Here are more of the latest headlines in the Russia-Ukraine conflict:

  • US ambassador to NATO: No evidence yet that the Kremlin will limit their sights on the Donbas region: Julianne Smith, the US's ambassador to NATO, discussed Russia's supposed changing focus, on Sunday with CNN's Dana Bash on "State of the Union." Smith said she didn't think "we have evidence of that quite yet," that the Kremlin will limit their sights on the Donbas region, but that the US and allies will be looking for it. "But what we do have evidence of is the fact that the Russians have not succeeded in their original aims. And that was, as you well know, to take Kyiv in just a couple of days," she said. Smith also defended the new actions NATO and the US introduced to continue to punish Russia in the wake of the US President's trip, even as Ukrainian officials have voiced disappointment in the lack of support.
  • Next round of Russia-Ukraine talks will be held in Istanbul this week: The next round of talks between Russia and Ukraine will be held in the Turkish city of Istanbul on Tuesday, according to the Turkish presidency. A statement from the Turkish Presidency's Communications Directorate said during a phone call on Sunday that Turkish President Recep Tayyip Erdogan and his Russian counterpart Vladimir Putin "agreed that the next meeting of the Russian and Ukrainian delegations will be held in Istanbul." Turkish presidential spokesperson Ibrahim Kalin told CNN International Anchor Becky Anderson on Sunday that the talks will take place Tuesday. However, Ukrainian negotiator David Arakhamia said earlier that the meeting would take place Monday. Previous negotiations have yielded little result.

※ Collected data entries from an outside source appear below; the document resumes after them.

/// Receives what the application decides (the demo checks it against its script).
pub trait Observer {
    /// Programme step `index` was handled with `outcome`.
    fn request(&mut self, index: usize, outcome: &Outcome);
    /// A measurement was classified.
    fn verdict(&mut self, report: &Report);
}

/// Why the application stopped.
#[derive(Clone, Copy, Debug, PartialEq, defmt::Format)]
pub enum AppError {
    /// A channel's design could not be evaluated.
    Design(usize, coilwise::Error),
    /// A channel's scheduler limits could not be built.
    Limits(usize, LimitsError),
    /// The scheduler rejected a call.
    Schedule(ScheduleError),
    /// A channel's current sense failed.
    Sense(usize, SenseErrorKind),
    /// A channel's switch or PWM failed.
    Drive(usize),
    /// A core calculation failed its reference value: no coil is driven.
    SelfCheck,
}

#[derive(Clone, Copy, Debug, PartialEq)]
enum Health {
    Ok,
    Isolated(Finding),
}

/// A rise capture in progress.
#[derive(Clone, Copy, Debug)]
struct RiseWatch {
    on: Instant,
    done: Instant,
}

/// What the application keeps per channel.
#[derive(Clone, Copy, Debug)]
struct Chan {
    health: Health,
    limits: ChannelLimits,
    expected: Expected,
    probe: Probe,
    band: Option<ThresholdBand>,
    trip: u16,
    zero: f32,
    rise: Option<RiseWatch>,
    /// End of the last admitted pulse plus the minimum off-time: the channel is at rest after it.
    rest_at: Instant,
    /// The same after the latest diagnostic pulse (which the scheduler does not know of).
    probe_rest_at: Instant,
    pulses: u32,
}

/// The controller (see the module docs): `N` channels on one board.
pub struct Controller<'s, Sw, Pwm, Sense, Clk, const N: usize> {
    specs: &'s [ChannelSpec; N],
    hw: [Channel<Sw, Pwm, Sense>; N],
    clock: Clk,
    sched: Scheduler<N, QUEUE>,
    ch: [Chan; N],
    rail_low: [bool; 2],
    t0: Instant,
    criteria: Criteria,
    options: FitOptions,
    buf: [u16; SAMPLES],
    /// The edges of one scheduler poll (here rather than on [`Self::run`]'s stack).
    edges: heapless::Vec<PinEvent, EDGES>,
}

fn rail_index(r: Rail) -> usize {
    match r {
        Rail::Valves24V => 0,
        Rail::Pump12V => 1,
    }
}

/// The economiser plan of a channel: hold `hold_fraction × I_pull` with PWM at [`HOLD_HZ`]; the
/// scheduler's limits size the duty from the physics (highest over the design's corners).
fn hold_plan(spec: &ChannelSpec) -> Option<HoldPlan> {
    spec.hold_fraction.map(|f| HoldPlan {
        current: Amps::new(f * spec.design.circuit.coil().pull_in_current().value()),
        frequency: Hertz::new(HOLD_HZ),
    })
}

/// The scheduler limits of a channel (out of line: the timing budget's figures stay in this
/// frame only).
#[inline(never)]
fn limits_of(spec: &ChannelSpec, i: usize) -> Result<ChannelLimits, AppError> {
    let heat = HeatRatings {
        clamp: None,
        coil: spec.coil_rating.map(|(p, tau)| HeatRating {
            power: Watts::new(p),
            time_constant: Seconds::new(tau),
        }),
    };
    ChannelLimits::from_design(&spec.design, &heat, hold_plan(spec))
        .map_err(|e| AppError::Limits(i, e))
}

/// The healthy bands of a channel (out of line, as [`limits_of`]).
#[inline(never)]
fn expected_of(spec: &ChannelSpec, i: usize) -> Result<Expected, AppError> {
    Expected::new(&spec.design, &Conditions::default()).map_err(|e| AppError::Design(i, e))
}

/// The healthy crossing band of a channel's comparator set at `level` (out of line: its
/// working state stays out of [`Controller::self_check`]'s frame, which calls into the board).
#[inline(never)]
fn band_of(spec: &ChannelSpec, level: Amps) -> Result<ThresholdBand, coilwise::Error> {
    ThresholdBand::new(&spec.design, &Conditions::default(), level)
}

/// Builds the scheduler for the channels at `ch` (`N` of them, initialised) and writes it to
/// `dst` (out of line: the scheduler's one temporary copy, the returned `Result`, stays in this
/// frame only).
///
/// # Safety
/// `ch` points to `N` initialised channels; `dst` is valid for writing a scheduler.
#[inline(never)]
unsafe fn write_scheduler<const N: usize>(
    dst: *mut Scheduler<N, QUEUE>,
    ch: *const Chan,
    now: Instant,
) -> Result<(), AppError> {
    // SAFETY: the caller guarantees `N` initialised channels at `ch`.
    match unsafe { new_scheduler::<N>(ch, now) } {
        Ok(sched) => {
            // SAFETY: the caller guarantees `dst` is valid for a write.
            unsafe { dst.write(sched) };
            Ok(())
        }
        Err(e) => Err(AppError::Limits(0, e)),
    }
}

/// The scheduler for the channels at `ch` (out of line: the limits gathered for it and the
/// scheduler's own set-up temporaries stay in this frame, not in [`write_scheduler`]'s).
///
/// # Safety
/// `ch` points to `N` initialised channels.
#[inline(never)]
unsafe fn new_scheduler<const N: usize>(
    ch: *const Chan,
    now: Instant,
) -> Result<Scheduler<N, QUEUE>, LimitsError> {
    // SAFETY: the caller guarantees `N` initialised channels at `ch`.
    let limits: [ChannelLimits; N] = core::array::from_fn(|i| unsafe { (*ch.add(i)).limits });
    Scheduler::new(limits, INRUSH_CAP, now)
}

/// What channel `i` needs from its design: scheduler limits, healthy bands, diagnostic pulse,
/// written to `dst` (out of line, and written in place rather than returned: no copy of the
/// channel stays in the caller's frame). On an error `dst` is left unwritten.
///
/// # Safety
/// `dst` is valid for writing a channel.
#[inline(never)]
unsafe fn write_chan(
    dst: *mut Chan,
    spec: &ChannelSpec,
    i: usize,
    now: Instant,
) -> Result<(), AppError> {
    let limits = limits_of(spec, i)?;
    let expected = expected_of(spec, i)?;
    let probe = Probe::new(&spec.design, PROBE_FRACTION).map_err(|e| AppError::Design(i, e))?;
    // SAFETY: the caller guarantees `dst` is valid for a write.
    unsafe {
        dst.write(Chan {
            health: Health::Ok,
            limits,
            expected,
            probe,
            band: None,
            trip: 0,
            zero: 0.0,
            rise: None,
            rest_at: now,
            probe_rest_at: now,
            pulses: 0,
        })
    };
    Ok(())
}

/// The sampling description of a capture: `period` and `first` sample time, A per count, zero
/// offset and noise in counts, a 12-bit converter (out of line: built after the board calls, its
/// temporaries stay out of the callers' frames).
#[inline(never)]
fn sampling_of(
    period: Seconds,
    first: Seconds,
    amps_per_count: f32,
    zero: f32,
    noise_counts: f32,
) -> Result<Sampling, coilwise::Error> {
    Sampling::new(period, amps_per_count)
        .and_then(|s| s.with_first_sample(first))
        .and_then(|s| s.with_zero(zero))
        .and_then(|s| s.with_full_scale(4095.0))
        .and_then(|s| s.with_noise(noise_counts))
}

/// Self-check part 1: the core's calculations against reference values, each logged (out of
/// line: the computed values stay out of [`Controller::self_check`]'s frame, which calls into the
/// board). Returns whether every value holds.
#[inline(never)]
fn core_holds() -> bool {
    defmt::info!("self-check 1/2: core calculations against reference values");
    let mut ok = true;
    for v in vectors::compute().iter() {
        if v.holds() {
            defmt::info!("  ok   {=str}: {=f32} [{=str}]", v.what, v.got, v.source);
        } else {
            defmt::error!(
                "  FAIL {=str}: {=f32}, expected {=f32} +- {=f32} [{=str}]",
                v.what,
                v.got,
                v.want,
                v.tolerance,
                v.source
            );
            ok = false;
        }
    }
    ok
}
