def analyse(project: Project, points: int | None = None) -> Report:
    """Design, evaluate and check every band of ``project`` at its sample rate.

    Parameters
    ----------
    project : Project
    points : int, optional
        Grid points instead of ``project.analysis.points``.
    """
    from dataclasses import replace

    if points is not None:
        project = replace(project, analysis=replace(project.analysis, points=int(points)))
    fs = project.sample_rate
    a = project.analysis
    designs = []
    for i, b in enumerate(project.bands):
        try:
            designs.append(design_band(b, fs))
        except CrossplanError as e:
            raise e.at(f"bands[{i}]") from None
    active = project.active()
    freqs, h = _sample(project, designs, active)
    resp = BandResponses(freqs, h, fs, lambda: log_derivative(
        [d.sos for d in designs], freqs, fs, [d.delay_samples for d in designs],
        [d.fir for d in designs]))
    act_idx = [i for i, on in enumerate(active) if on]
    sum_h = resp.sum(active)
    if act_idx:
        max_dev, at, ripple = an.flatness(freqs, sum_h)
    else:
        max_dev, at, ripple = float("-inf"), float(freqs[0]), 0.0
    flat_ok = bool(np.isfinite(max_dev) and abs(max_dev) <= a.flatness_db)

    crossings: list[CrossingResult] = []
    if len(act_idx) >= 2:
        sub = resp.h[act_idx]
        # Each crossing is refined on its own two bands, at its own trial frequencies.
        point = point_evaluator([designs[i] for i in act_idx], fs)
        for c in an.find_crossings(freqs, sub, evaluate=point):
            ia, ib = act_idx[c.a], act_idx[c.b]
            checked = c.level_db >= a.crossing_floor_db
            crossings.append(CrossingResult(
                (project.bands[ia].name, project.bands[ib].name), (ia, ib), c.freq_hz,
                c.phase_diff_deg, c.level_db, checked,
                (abs(c.phase_diff_deg) <= a.phase_deg) if checked else True))

    peak, peak_at = an.peak_gain(freqs, resp.h)
    bands = [BandResult(b.name, active[i], float(peak[i]), float(peak_at[i]),
                        designs[i].n_sections,
                        0 if designs[i].fir is None else len(designs[i].fir),
                        designs[i].latency_samples, 1000.0 * designs[i].latency_samples / fs,
                        designs[i].fir_linear_phase)
             for i, b in enumerate(project.bands)]
    report = Report(project, designs, freqs, resp, active, sum_h, max_dev, at, ripple, flat_ok,
                    crossings, bands, checks=_checks(project, active, max_dev, at, ripple,
                                                     flat_ok, crossings, bands))
    report.warnings.extend(_warnings(report))
    return report
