def _check_rate(fs_hz) -> float:
    if isinstance(fs_hz, bool) or not isinstance(fs_hz, (int, float)) \
            or not math.isfinite(fs_hz) or not 1000 <= fs_hz <= 1_536_000:
        raise ExportError(f"{fs_hz!r} Hz is not a sample rate crossplan exports "
                          "(1000 .. 1536000 Hz)", field="rate")
    return float(fs_hz)


def project_at_rate(project: Project, fs_hz: float) -> Project:
    """The project redesigned at ``fs_hz``: every live filter checked and designed there.

    Raises
    ------
    ProjectError
        Naming the band and the filter, e.g. a filter at or above Nyquist at
        this rate, or raw biquads made for another rate.
    ExportError
        A rate outside 1000 .. 1536000 Hz, or one whose Nyquist frequency
        is at or below the analysis range's ``f_min``.
    """
    fs = _check_rate(fs_hz)
    for i, b in enumerate(project.bands):
        for j, f in enumerate(b.filters):
            if f.bypass:
                continue
            try:
                fk.check_params(f.kind, dict(f.params), fs)
                engine.design_filter(f, fs)
            except CrossplanError as e:
                sub = f".{e.field}" if e.field else ""
                raise ProjectError(f"band {b.name!r}, filter {j + 1} ({f.label()}) at {fs:g} Hz: "
                                   f"{e.message}", field=f"bands[{i}].filters[{j}]{sub}") from None
    a = project.analysis
    f_max = min(a.f_max, fs / 2)
    if f_max <= a.f_min:
        raise ExportError(f"{fs:g} Hz has its Nyquist frequency ({fs / 2:g} Hz) at or below "
                          f"analysis.f_min ({a.f_min:g} Hz)", field="rate")
    return replace(project, sample_rate=_rate_value(fs),
                   analysis=replace(a, f_max=float(f_max)))


@dataclass
class ArithResult:
    """A band as written, compared with the design ``check`` analysed.

    Section numbers are 1-based, in the exported order. ``deviation_db`` is
    judged within ``range_db`` of the band's peak and ``floor_error_db``
    below it (:func:`planner.dsp.quantize.judge_deviation`); both are None
    when a section cannot be held (overflow, saturation or instability make
    a frequency response meaningless), and ``reason`` then says why.
    """

    arith: str
    max_coef_error: float
    deviation_db: float | None
    deviation_at_hz: float | None
    floor_error_db: float | None
    floor_at_hz: float | None
    range_db: float
    floor_db: float
    pole_radius: list
    stability_margin: float
    overflow_sections: list
    saturated_sections: list
    unstable_sections: list
    shifts: list
    fir_saturated: bool
    ok: bool
    failed_section: int | None = None
    reason: str = ""
    suggestions: list = field(default_factory=list)

    def to_dict(self) -> dict:
        return {k: getattr(self, k) for k in (
            "arith", "ok", "max_coef_error", "deviation_db", "deviation_at_hz",
            "floor_error_db", "floor_at_hz", "range_db", "floor_db", "pole_radius",
            "stability_margin", "overflow_sections", "saturated_sections", "unstable_sections",
            "shifts", "fir_saturated", "failed_section", "reason", "suggestions")}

  • Putin eyeing "Korean scenario" for Ukraine, says Ukrainian military intel chief: Ukraine’s military intelligence head says Russian President Vladimir Putin could be looking to carve Ukraine in two – like North and South Korea. Brig. Gen. Kyrylo Budanov, the head of Ukraine's Defense Intelligence Agency, said Russia’s operations around Kyiv had failed and it was now impossible for the Russian army to overthrow the Ukrainian government. Putin’s war was now focused on the south and the east of the country, he said. “There is reason to believe that he is considering a 'Korean' scenario for Ukraine. That is, [Russian forces] will try to impose a dividing line between the unoccupied and occupied regions of our country. In fact, it is an attempt to create North and South Korea in Ukraine.”

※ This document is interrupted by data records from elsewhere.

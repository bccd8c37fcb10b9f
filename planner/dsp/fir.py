"""Linear-phase FIR crossovers: windowed sinc, equiripple, least squares, complementary splits.

Pure numpy/scipy: arrays in, arrays out. Taps are 1-D float arrays ``h[n]``
with ``H(z) = sum_n h[n] z^-n``. Frequencies are in Hz with the sample rate
``fs_hz``; ``omega`` is the normalised angular frequency in rad/sample
(``omega = 2 pi f / fs``).

Field names in errors follow the rest of :mod:`planner.dsp`: ``"type"`` for
the filter kind, ``"freq"``/``"freq2"`` for edges, ``"sample_rate"``,
``"taps"``, ``"window"``, ``"beta"``, and the spec fields ``"pass_hz"``,
``"stop_hz"``, ``"ripple_db"``, ``"atten_db"``, ``"transition_hz"``.

Spec conventions (used by the equiripple and least-squares searches):

* ``ripple_db`` is the peak-to-peak pass-band ripple,
  ``20 log10(max|H| / min|H|)`` over the pass band(s); the matching
  deviation is ``delta_p = (10^(R/20) - 1) / (10^(R/20) + 1)``, so that
  ``(1 + delta_p) / (1 - delta_p) = 10^(R/20)``.
* ``atten_db`` is the stop-band attenuation relative to the nominal pass-band
  gain of 1 (0 dB): ``-20 log10(max|H|)`` over the stop band(s); the matching
  deviation is ``delta_s = 10^(-A/20)``.

References
----------
.. [1] A. V. Oppenheim and R. W. Schafer, "Discrete-Time Signal Processing",
   3rd ed., Pearson, 2010, ch. 5 (linear phase, group delay) and ch. 7
   (window method, Kaiser formulas, Parks-McClellan).
.. [2] J. F. Kaiser, "Nonrecursive digital filter design using the I0-sinh
   window function", Proc. IEEE Int. Symp. Circuits and Systems, 1974,
   pp. 20-23.
.. [3] T. W. Parks and J. H. McClellan, "Chebyshev approximation for
   nonrecursive digital filters with linear phase", IEEE Trans. Circuit
   Theory, vol. CT-19, no. 2, pp. 189-194, 1972.
.. [5] F. J. Harris, "On the use of windows for harmonic analysis with the
   discrete Fourier transform", Proc. IEEE, vol. 66, no. 1, pp. 51-83, 1978.
.. [6] T. W. Parks and C. S. Burrus, "Digital Filter Design", Wiley, 1987,
   ch. 3 (least-squares FIR design).
"""

from __future__ import annotations

import math
import threading
from collections import OrderedDict
from dataclasses import dataclass
from typing import Callable, Sequence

  • US Ambassador to NATO says there's no US policy on regime change in Russia: US President Joe Biden's administration continued on Sunday to clean up his off-the-cuff remark that Vladimir Putin "cannot remain in power," made on his final day in Europe. Julianne Smith, the US's ambassador to NATO, called Biden's surprising comments a "principled human reaction," made after he spent the day seeing the firsthand tragedies of war, when he visited with hundreds of Ukrainian refugees, in a Sunday interview with CNN's Dana Bash on "State of the Union." Smith said the "US does not have a policy of regime change in Russia, full stop."
  • US senator: "There is one individual that's trying to make regime change in Europe, and that's Vladimir Putin": US Senate Intelligence Committee Chairman Mark Warner avoided directly criticizing President Biden's remark Saturday that Russian President Vladimir Putin "cannot remain in power," instead shifting focus onto Putin, saying, "There is one individual that's trying to make regime change in Europe, and that's Vladimir Putin trying to change the regime in Ukraine." Asked by CNN's Dana Bash on "State of the Union" if he thinks the United States' policy should be for a regime change, Warner said, "The stated policy is the White House's point and that has not changed. It is up to the Russian people to determine who's going to be in power in the Kremlin."

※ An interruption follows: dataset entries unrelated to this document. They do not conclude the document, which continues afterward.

def save(project: Project, path: str | os.PathLike, expect: Fingerprint | None = None,
         force: bool = False, backup: bool = True) -> Fingerprint:
    """Write a project file atomically and return the fingerprint of what was written.

    The write goes through a temporary file of the same folder, flushed and
    renamed (:func:`planner.jsonio.atomic_write`). With ``backup`` (the
    default) the version the file held before, when there was one and it
    differs, is kept as ``<name>.bak`` beside it (:func:`backup_path`).

    Parameters
    ----------
    project : Project
        What to write.
    path : str or PathLike
        The file.
    expect : Fingerprint, optional
        The fingerprint taken when the file was loaded (:func:`read`). When
        the file's content now differs (another program or session saved
        it), or the file is gone, nothing is written and
        :class:`~planner.errors.ProjectChangedError` is raised, unless
        ``force``.
    force : bool
        Write even when the file changed since ``expect``.
    backup : bool
        Keep the previous version as ``<name>.bak``.

    Raises
    ------
    ProjectChangedError
        ``file: 'p.json' changed on disk since it was loaded ...``.
    """
    p = Path(path)
    if expect is not None and not force:
        now = fingerprint(p)
        if not expect.same_content(now):
            what = ("is gone" if now is None else
                    f"changed on disk since it was loaded ({expect.size} -> {now.size} bytes, "
                    f"sha256 {expect.sha256[:12]} -> {now.sha256[:12]})")
            raise ProjectChangedError(f"{str(p)!r} {what}; not saved (save anyway, or save "
                                      "as another file)", path=str(p), expected=expect,
                                      found=now)
    data = dumps(project).encode("utf-8")
    atomic_write_bytes(p, data, backup=backup)
    try:
        mtime_ns = os.stat(p).st_mtime_ns
    except OSError:
        mtime_ns = 0
    return Fingerprint.of(data, mtime_ns)


def rebased(project: Project, folder: str | os.PathLike) -> Project:
    """The project as it must be written into ``folder``: driver files named relative to
    the project's own folder are renamed relative to ``folder``, so they are still found.

    Absolute names, and projects not read from a file, are left as they are.
    """
    if project.source_dir is None:
        return project
    src, dst = Path(project.source_dir).resolve(), Path(folder).resolve()
    if src == dst:
        return project
    bands = []
    for b in project.bands:
        name = None if b.driver is None else b.driver.raw.get("file")
        if isinstance(name, str) and not Path(name).is_absolute():
            moved = Path(os.path.relpath(src / name, dst)).as_posix()
            b = replace(b, driver=replace(b.driver, raw={**b.driver.raw, "file": moved}))
        bands.append(b)
    return replace(project, bands=tuple(bands), source_dir=str(dst))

  • French foreign minister says there will be “collective guilt” if nothing is done to help Mariupol: The French foreign minister Jean Yves Le Drian said during the Doha Forum that there will be "collective guilt" if we do nothing to help Mariupol. "Mariupol is the new Aleppo," Le Drian said. Speaking at the Doha Forum to CNN's Becky Anderson, Le Drian said "there is an invading power, which to reach its own ends, it is taking a population hostage in Mariupol. This is truly unacceptable."